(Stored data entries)
::::::::
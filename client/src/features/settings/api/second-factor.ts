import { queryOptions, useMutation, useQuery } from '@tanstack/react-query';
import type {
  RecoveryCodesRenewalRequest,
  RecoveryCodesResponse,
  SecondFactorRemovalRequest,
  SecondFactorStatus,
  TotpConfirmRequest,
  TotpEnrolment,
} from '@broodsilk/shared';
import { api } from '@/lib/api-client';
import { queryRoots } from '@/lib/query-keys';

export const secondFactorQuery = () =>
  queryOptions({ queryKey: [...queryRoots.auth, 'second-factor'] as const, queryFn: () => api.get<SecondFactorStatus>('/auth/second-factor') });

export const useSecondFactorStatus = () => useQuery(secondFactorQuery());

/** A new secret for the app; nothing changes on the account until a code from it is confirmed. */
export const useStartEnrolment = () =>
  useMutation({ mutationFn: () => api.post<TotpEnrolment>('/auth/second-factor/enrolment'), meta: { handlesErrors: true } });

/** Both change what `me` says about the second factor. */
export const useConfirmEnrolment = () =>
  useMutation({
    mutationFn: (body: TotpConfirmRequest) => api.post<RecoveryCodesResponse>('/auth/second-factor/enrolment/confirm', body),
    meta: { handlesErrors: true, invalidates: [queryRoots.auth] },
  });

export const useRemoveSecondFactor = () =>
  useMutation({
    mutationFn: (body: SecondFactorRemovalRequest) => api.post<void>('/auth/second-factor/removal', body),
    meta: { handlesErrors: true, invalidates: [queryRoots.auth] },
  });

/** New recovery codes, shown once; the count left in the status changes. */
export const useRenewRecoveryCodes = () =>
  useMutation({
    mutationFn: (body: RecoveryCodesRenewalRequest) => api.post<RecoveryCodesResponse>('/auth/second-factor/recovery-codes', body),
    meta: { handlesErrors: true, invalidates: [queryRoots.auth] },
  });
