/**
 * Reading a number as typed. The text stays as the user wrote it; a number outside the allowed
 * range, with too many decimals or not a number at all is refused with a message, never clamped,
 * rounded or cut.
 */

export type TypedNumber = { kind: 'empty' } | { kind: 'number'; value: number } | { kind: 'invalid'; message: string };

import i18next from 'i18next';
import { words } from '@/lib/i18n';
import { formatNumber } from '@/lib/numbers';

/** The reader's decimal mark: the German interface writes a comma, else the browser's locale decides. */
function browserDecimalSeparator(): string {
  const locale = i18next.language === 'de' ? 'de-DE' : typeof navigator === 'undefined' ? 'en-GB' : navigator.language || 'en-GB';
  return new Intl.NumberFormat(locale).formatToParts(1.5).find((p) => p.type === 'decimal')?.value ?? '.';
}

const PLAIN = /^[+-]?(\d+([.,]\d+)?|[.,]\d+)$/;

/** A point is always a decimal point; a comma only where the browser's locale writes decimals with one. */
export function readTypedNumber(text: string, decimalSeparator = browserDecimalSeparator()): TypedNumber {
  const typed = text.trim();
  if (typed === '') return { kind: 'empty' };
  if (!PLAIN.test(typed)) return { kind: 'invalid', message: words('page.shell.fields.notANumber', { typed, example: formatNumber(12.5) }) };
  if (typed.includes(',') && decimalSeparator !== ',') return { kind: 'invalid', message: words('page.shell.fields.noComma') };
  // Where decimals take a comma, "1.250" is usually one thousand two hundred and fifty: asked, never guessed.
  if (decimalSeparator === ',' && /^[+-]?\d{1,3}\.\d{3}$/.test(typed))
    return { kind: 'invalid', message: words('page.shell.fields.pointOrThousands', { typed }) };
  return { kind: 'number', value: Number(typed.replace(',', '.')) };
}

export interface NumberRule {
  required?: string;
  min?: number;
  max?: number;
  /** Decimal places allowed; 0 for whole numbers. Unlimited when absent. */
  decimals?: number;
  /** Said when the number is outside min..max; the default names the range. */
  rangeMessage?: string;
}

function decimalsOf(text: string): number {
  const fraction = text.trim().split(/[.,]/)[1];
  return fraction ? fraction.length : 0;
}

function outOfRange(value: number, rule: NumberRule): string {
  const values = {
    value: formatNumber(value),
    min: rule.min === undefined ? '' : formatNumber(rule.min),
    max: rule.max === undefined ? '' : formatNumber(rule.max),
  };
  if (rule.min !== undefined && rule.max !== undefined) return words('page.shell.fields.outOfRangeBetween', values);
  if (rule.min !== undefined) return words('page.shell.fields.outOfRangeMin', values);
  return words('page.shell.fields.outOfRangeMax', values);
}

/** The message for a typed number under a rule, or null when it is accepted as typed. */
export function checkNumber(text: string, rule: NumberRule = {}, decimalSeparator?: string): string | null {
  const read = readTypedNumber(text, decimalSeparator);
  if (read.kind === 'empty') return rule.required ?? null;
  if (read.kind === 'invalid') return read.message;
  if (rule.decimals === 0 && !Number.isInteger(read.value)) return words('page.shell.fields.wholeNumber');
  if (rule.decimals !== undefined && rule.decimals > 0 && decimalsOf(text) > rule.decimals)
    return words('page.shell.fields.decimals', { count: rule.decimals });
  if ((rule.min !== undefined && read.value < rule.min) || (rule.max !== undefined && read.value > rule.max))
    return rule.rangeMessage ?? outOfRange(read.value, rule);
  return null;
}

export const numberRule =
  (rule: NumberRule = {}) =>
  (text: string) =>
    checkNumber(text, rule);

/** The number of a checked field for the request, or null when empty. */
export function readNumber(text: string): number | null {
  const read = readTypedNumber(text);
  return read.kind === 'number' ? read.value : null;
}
::::::::
Give the records back in full, word for word.

filename client/src/features/settings/api/second-factor.ts
import { queryOptions, useMutation, useQuery } from '@tanstack/react-query';
import type {
  RecoveryCodesRenewalRequest,
  RecoveryCodesResponse,
  SecondFactorRemovalRequest,
  SecondFactorStatus,
  TotpConfirmRequest,
  TotpEnrolment,
} from '@broodsilk/shared';
import { api } from '@/lib/api-client';
import { queryRoots } from '@/lib/query-keys';

export const secondFactorQuery = () =>
  queryOptions({ queryKey: [...queryRoots.auth, 'second-factor'] as const, queryFn: () => api.get<SecondFactorStatus>('/auth/second-factor') });

export const useSecondFactorStatus = () => useQuery(secondFactorQuery());

/** A new secret for the app; nothing changes on the account until a code from it is confirmed. */
export const useStartEnrolment = () =>
  useMutation({ mutationFn: () => api.post<TotpEnrolment>('/auth/second-factor/enrolment'), meta: { handlesErrors: true } });

/** Both change what `me` says about the second factor. */
export const useConfirmEnrolment = () =>
  useMutation({
    mutationFn: (body: TotpConfirmRequest) => api.post<RecoveryCodesResponse>('/auth/second-factor/enrolment/confirm', body),
    meta: { handlesErrors: true, invalidates: [queryRoots.auth] },
  });

export const useRemoveSecondFactor = () =>
  useMutation({
    mutationFn: (body: SecondFactorRemovalRequest) => api.post<void>('/auth/second-factor/removal', body),
    meta: { handlesErrors: true, invalidates: [queryRoots.auth] },
  });

/** New recovery codes, shown once; the count left in the status changes. */
export const useRenewRecoveryCodes = () =>
  useMutation({
    mutationFn: (body: RecoveryCodesRenewalRequest) => api.post<RecoveryCodesResponse>('/auth/second-factor/recovery-codes', body),
    meta: { handlesErrors: true, invalidates: [queryRoots.auth] },
  });
/**
 * Reading a number as typed. The text stays as the user wrote it; a number outside the allowed
 * range, with too many decimals or not a number at all is refused with a message, never clamped,
 * rounded or cut.
 */

export type TypedNumber = { kind: 'empty' } | { kind: 'number'; value: number } | { kind: 'invalid'; message: string };

import i18next from 'i18next';
import { words } from '@/lib/i18n';
import { formatNumber } from '@/lib/numbers';

/** The reader's decimal mark: the German interface writes a comma, else the browser's locale decides. */
function browserDecimalSeparator(): string {
  const locale = i18next.language === 'de' ? 'de-DE' : typeof navigator === 'undefined' ? 'en-GB' : navigator.language || 'en-GB';
  return new Intl.NumberFormat(locale).formatToParts(1.5).find((p) => p.type === 'decimal')?.value ?? '.';
}

const PLAIN = /^[+-]?(\d+([.,]\d+)?|[.,]\d+)$/;

/** A point is always a decimal point; a comma only where the browser's locale writes decimals with one. */
export function readTypedNumber(text: string, decimalSeparator = browserDecimalSeparator()): TypedNumber {
  const typed = text.trim();
  if (typed === '') return { kind: 'empty' };
  if (!PLAIN.test(typed)) return { kind: 'invalid', message: words('page.shell.fields.notANumber', { typed, example: formatNumber(12.5) }) };
  if (typed.includes(',') && decimalSeparator !== ',') return { kind: 'invalid', message: words('page.shell.fields.noComma') };
  // Where decimals take a comma, "1.250" is usually one thousand two hundred and fifty: asked, never guessed.
  if (decimalSeparator === ',' && /^[+-]?\d{1,3}\.\d{3}$/.test(typed))
    return { kind: 'invalid', message: words('page.shell.fields.pointOrThousands', { typed }) };
  return { kind: 'number', value: Number(typed.replace(',', '.')) };
}

export interface NumberRule {
  required?: string;
  min?: number;
  max?: number;
  /** Decimal places allowed; 0 for whole numbers. Unlimited when absent. */
  decimals?: number;
  /** Said when the number is outside min..max; the default names the range. */
  rangeMessage?: string;
}

function decimalsOf(text: string): number {
  const fraction = text.trim().split(/[.,]/)[1];
  return fraction ? fraction.length : 0;
}

function outOfRange(value: number, rule: NumberRule): string {
  const values = {
    value: formatNumber(value),
    min: rule.min === undefined ? '' : formatNumber(rule.min),
    max: rule.max === undefined ? '' : formatNumber(rule.max),
  };
  if (rule.min !== undefined && rule.max !== undefined) return words('page.shell.fields.outOfRangeBetween', values);
  if (rule.min !== undefined) return words('page.shell.fields.outOfRangeMin', values);
  return words('page.shell.fields.outOfRangeMax', values);
}

/** The message for a typed number under a rule, or null when it is accepted as typed. */
export function checkNumber(text: string, rule: NumberRule = {}, decimalSeparator?: string): string | null {
  const read = readTypedNumber(text, decimalSeparator);
  if (read.kind === 'empty') return rule.required ?? null;
  if (read.kind === 'invalid') return read.message;
  if (rule.decimals === 0 && !Number.isInteger(read.value)) return words('page.shell.fields.wholeNumber');
  if (rule.decimals !== undefined && rule.decimals > 0 && decimalsOf(text) > rule.decimals)
    return words('page.shell.fields.decimals', { count: rule.decimals });
  if ((rule.min !== undefined && read.value < rule.min) || (rule.max !== undefined && read.value > rule.max))
    return rule.rangeMessage ?? outOfRange(read.value, rule);
  return null;
}

export const numberRule =
  (rule: NumberRule = {}) =>
  (text: string) =>
    checkNumber(text, rule);

/** The number of a checked field for the request, or null when empty. */
export function readNumber(text: string): number | null {
  const read = readTypedNumber(text);
  return read.kind === 'number' ? read.value : null;
}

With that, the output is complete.